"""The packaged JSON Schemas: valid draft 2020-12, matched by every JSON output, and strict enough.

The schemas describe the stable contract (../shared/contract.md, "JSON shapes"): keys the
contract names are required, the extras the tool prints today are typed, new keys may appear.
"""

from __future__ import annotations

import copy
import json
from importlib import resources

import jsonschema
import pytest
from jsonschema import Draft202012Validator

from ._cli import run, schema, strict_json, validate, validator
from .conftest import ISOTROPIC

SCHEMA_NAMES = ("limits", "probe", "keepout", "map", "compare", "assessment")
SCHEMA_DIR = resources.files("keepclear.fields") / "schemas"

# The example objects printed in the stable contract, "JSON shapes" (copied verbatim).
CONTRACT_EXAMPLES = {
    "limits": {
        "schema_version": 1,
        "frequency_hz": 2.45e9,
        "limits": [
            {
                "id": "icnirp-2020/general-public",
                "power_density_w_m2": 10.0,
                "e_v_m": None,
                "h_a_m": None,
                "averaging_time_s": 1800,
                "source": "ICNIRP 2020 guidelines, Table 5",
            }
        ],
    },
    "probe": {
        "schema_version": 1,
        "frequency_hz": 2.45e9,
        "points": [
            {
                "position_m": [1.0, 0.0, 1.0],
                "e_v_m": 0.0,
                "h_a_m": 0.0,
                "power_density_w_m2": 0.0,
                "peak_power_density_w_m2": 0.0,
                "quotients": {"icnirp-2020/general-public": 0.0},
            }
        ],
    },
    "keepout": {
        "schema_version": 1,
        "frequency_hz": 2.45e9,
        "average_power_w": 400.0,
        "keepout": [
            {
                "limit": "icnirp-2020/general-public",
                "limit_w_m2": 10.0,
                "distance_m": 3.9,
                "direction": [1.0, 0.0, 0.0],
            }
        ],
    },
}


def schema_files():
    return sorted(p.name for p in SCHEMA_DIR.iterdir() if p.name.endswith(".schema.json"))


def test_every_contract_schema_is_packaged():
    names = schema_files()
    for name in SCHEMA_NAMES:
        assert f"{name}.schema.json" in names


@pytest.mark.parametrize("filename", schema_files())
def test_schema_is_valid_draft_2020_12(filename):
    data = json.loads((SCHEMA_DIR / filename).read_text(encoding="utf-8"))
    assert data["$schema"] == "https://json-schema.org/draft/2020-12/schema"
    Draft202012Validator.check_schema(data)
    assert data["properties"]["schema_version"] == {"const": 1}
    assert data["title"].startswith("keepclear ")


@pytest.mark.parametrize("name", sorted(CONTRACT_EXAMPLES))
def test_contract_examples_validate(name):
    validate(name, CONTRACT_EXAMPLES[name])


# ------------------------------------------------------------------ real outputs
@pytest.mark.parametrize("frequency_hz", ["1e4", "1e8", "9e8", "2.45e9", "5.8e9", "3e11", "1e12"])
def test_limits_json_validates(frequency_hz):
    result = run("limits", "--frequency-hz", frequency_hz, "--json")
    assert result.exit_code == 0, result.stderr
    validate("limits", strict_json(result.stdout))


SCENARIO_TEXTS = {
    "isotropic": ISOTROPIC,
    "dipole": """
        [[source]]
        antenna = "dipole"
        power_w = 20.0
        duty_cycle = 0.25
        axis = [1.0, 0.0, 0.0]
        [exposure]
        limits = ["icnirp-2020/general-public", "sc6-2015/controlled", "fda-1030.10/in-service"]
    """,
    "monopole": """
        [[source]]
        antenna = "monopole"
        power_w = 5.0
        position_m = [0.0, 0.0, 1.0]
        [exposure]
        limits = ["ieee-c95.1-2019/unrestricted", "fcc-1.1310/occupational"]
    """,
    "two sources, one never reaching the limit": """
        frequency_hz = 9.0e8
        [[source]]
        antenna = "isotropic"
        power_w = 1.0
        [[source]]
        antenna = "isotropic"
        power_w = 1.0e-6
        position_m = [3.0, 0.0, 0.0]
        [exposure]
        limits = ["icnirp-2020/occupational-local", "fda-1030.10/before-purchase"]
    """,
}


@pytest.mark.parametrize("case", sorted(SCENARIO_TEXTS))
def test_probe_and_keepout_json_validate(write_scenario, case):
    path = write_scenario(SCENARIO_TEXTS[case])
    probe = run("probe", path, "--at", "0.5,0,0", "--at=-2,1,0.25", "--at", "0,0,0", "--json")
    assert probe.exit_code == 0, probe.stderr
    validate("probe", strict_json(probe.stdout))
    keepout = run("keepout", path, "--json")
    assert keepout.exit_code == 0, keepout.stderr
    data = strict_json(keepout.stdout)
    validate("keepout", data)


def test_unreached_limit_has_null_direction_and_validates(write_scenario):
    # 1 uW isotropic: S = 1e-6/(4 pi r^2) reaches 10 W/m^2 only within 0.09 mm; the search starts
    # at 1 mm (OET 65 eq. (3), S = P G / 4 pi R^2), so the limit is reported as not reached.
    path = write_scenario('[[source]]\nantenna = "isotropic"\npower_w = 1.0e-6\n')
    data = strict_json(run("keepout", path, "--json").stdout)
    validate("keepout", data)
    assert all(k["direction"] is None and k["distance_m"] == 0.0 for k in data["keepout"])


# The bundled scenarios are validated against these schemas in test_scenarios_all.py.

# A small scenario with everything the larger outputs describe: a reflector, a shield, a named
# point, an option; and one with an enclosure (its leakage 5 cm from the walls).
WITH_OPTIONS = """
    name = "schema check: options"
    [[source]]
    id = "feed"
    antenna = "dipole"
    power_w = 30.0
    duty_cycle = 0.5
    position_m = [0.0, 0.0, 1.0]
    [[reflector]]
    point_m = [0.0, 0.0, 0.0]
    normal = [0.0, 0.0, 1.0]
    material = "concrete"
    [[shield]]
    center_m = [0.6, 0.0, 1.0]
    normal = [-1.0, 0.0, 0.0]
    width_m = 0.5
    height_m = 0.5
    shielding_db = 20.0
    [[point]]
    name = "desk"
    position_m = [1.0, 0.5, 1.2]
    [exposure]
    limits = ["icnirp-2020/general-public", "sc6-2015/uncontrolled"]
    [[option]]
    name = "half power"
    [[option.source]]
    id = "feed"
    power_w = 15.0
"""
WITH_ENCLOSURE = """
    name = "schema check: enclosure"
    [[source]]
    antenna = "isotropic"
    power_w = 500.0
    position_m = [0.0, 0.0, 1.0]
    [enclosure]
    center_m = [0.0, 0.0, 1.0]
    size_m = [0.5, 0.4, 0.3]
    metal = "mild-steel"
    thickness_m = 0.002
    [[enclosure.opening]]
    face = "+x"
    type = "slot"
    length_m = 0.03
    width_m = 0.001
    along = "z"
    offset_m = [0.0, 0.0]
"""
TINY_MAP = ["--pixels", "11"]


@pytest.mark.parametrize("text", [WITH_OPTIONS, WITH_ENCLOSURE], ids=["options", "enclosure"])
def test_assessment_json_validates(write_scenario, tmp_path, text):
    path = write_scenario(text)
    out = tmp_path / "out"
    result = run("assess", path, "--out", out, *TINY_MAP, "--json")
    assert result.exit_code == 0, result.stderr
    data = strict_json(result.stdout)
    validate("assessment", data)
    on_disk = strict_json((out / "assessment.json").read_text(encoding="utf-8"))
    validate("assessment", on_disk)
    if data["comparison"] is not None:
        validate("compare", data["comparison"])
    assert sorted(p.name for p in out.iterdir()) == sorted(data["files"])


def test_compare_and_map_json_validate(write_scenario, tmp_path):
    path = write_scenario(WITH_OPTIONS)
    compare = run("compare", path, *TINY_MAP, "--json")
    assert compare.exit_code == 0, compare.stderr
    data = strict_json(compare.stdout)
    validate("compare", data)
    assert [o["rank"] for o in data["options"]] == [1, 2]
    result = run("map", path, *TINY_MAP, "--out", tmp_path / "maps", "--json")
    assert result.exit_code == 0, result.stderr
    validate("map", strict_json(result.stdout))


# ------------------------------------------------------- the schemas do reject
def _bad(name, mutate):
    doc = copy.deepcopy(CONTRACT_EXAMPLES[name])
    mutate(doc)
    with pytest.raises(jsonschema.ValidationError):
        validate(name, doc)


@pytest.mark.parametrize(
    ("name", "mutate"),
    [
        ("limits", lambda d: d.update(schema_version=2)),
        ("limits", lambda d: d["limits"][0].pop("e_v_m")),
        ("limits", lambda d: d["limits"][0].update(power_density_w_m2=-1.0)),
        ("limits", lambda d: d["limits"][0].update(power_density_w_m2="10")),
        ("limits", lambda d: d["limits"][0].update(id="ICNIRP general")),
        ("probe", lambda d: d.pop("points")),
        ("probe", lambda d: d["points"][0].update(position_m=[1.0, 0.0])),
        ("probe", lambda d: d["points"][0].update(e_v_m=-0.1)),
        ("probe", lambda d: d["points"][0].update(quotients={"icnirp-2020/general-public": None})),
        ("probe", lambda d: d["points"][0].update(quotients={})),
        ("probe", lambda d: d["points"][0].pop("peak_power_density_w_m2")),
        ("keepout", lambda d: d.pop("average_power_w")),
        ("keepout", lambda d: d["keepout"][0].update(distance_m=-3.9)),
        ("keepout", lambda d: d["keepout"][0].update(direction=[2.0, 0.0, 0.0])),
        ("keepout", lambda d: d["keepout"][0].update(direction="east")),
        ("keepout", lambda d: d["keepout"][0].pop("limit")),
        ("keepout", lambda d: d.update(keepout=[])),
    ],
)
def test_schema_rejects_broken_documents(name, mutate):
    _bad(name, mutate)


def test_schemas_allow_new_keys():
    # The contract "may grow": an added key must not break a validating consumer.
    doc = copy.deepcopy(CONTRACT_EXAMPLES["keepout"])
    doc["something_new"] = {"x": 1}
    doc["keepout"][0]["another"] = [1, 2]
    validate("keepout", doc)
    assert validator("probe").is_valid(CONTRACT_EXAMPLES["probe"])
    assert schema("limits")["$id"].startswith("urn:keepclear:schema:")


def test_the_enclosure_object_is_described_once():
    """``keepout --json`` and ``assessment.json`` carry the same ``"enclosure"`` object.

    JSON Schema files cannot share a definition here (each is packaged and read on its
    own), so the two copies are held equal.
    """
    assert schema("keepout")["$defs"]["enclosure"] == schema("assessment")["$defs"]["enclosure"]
:::::
* _REQUIREMENT_
The string "startswith" shows up in some lines of the listing. Copy each such line.

* _ANSWER AREA_
    assert data["title"].startswith("keepclear ")
    assert schema("limits")["$id"].startswith("urn:keepclear:schema:")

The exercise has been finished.